La garde à vue s'est bien passée. Il n'a pas besoin d'être maté, il a besoin de poursuivre les soins engagés de son propre chef. L'avocate suppose que c'est le refus d'obtempérer qui lui vaut d'être poursuivi de la sorte, mais elle souligne que Paul ne cherche pas à en découdre avec les forces de l'ordre, son attitude était purement circonstancielle.
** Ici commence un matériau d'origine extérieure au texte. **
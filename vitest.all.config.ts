import { defineConfig } from 'vitest/config'

// Every tier in one run (scripts/test.sh): unit tests need nothing; integration and
// browser tests share one built server started by the global setup.
export default defineConfig({
  test: {
    projects: [
      { extends: './vitest.config.ts', test: { name: 'unit' } },
      {
        test: {
          name: 'server',
          include: ['tests/integration/**/*.test.ts', 'tests/browser/**/*.test.ts'],
          environment: 'node',
          globalSetup: ['tests/setup/server.ts'],
          testTimeout: 60_000,
          hookTimeout: 120_000,
          // one built server and one database for all files: keep files in sequence
          fileParallelism: false,
        },
      },
    ],
  },
})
Las, au Président qui lui demande ce qui a déclenché la prise d'alcool dans une journée décrite comme paisible, Paul répond : « J'avais rendez-vous le lendemain avec le psychologue. Et même si je sais que c'est pour un bien, ça me fait toujours un peu de mal, ça m'angoisse d'aller dire les choses. » Le Tribunal pourrait comprendre ça, mais il ne peut comprendre que Paul ait pris le volant dans ces conditions.

 

Verdict : 3 mois de prison ferme, détention immédiate, il ne repasse pas par la maison. Son permis est annulé pour 1 an. A sa sortie, 3 ans de suivi mise à l'épreuve, obligations de travailler et de se soigner. Pour pouvoir aimer, fonder famille ? Selon Freud ça en ferait un homme guéri.